- [YOUR GOAL]: Would you go through the records below and copy each line with the string "import"?

[[ SUPPLIED MATERIAL, beginning ]]

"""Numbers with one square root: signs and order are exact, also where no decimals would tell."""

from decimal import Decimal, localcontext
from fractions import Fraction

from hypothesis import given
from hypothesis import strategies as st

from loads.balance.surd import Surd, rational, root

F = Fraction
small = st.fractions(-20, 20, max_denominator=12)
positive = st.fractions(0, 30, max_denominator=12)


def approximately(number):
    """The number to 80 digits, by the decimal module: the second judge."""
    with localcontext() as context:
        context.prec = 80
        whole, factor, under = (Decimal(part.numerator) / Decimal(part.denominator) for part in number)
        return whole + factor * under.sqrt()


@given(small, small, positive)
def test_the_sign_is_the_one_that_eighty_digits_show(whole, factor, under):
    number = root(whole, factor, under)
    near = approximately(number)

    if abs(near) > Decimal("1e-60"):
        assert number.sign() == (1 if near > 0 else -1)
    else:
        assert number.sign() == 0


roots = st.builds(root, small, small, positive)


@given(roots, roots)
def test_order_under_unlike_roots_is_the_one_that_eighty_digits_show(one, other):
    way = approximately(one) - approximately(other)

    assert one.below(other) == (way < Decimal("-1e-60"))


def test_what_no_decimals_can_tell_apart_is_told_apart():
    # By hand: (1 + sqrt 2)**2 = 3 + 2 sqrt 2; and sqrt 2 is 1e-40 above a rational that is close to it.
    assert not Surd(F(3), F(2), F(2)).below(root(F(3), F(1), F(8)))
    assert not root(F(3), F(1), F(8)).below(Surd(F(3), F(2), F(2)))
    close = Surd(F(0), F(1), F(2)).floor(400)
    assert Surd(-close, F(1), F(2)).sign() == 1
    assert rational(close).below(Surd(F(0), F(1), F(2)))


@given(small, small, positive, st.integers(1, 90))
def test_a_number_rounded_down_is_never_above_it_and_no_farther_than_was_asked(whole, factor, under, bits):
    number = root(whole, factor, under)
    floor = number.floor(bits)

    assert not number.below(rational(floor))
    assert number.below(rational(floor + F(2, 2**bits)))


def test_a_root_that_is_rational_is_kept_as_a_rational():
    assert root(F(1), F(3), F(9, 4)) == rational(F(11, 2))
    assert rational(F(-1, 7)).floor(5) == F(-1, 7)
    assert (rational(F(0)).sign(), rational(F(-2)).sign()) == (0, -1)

[[ SUPPLIED MATERIAL, end ]]
[[ SUPPLIED MATERIAL, beginning ]]

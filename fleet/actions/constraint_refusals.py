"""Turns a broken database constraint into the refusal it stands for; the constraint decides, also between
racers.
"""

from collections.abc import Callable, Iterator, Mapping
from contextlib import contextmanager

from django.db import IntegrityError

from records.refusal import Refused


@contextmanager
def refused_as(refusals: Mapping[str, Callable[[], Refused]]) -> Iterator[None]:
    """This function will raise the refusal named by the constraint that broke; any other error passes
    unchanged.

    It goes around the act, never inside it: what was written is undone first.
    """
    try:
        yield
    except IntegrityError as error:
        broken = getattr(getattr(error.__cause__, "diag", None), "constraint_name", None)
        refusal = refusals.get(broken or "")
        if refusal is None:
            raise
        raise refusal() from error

[[ SUPPLIED MATERIAL, end ]]

- [ANSWER AREA]:
from decimal import Decimal, localcontext
from fractions import Fraction
from hypothesis import given
from hypothesis import strategies as st
from loads.balance.surd import Surd, rational, root
from collections.abc import Callable, Iterator, Mapping
from contextlib import contextmanager
from django.db import IntegrityError
from records.refusal import Refused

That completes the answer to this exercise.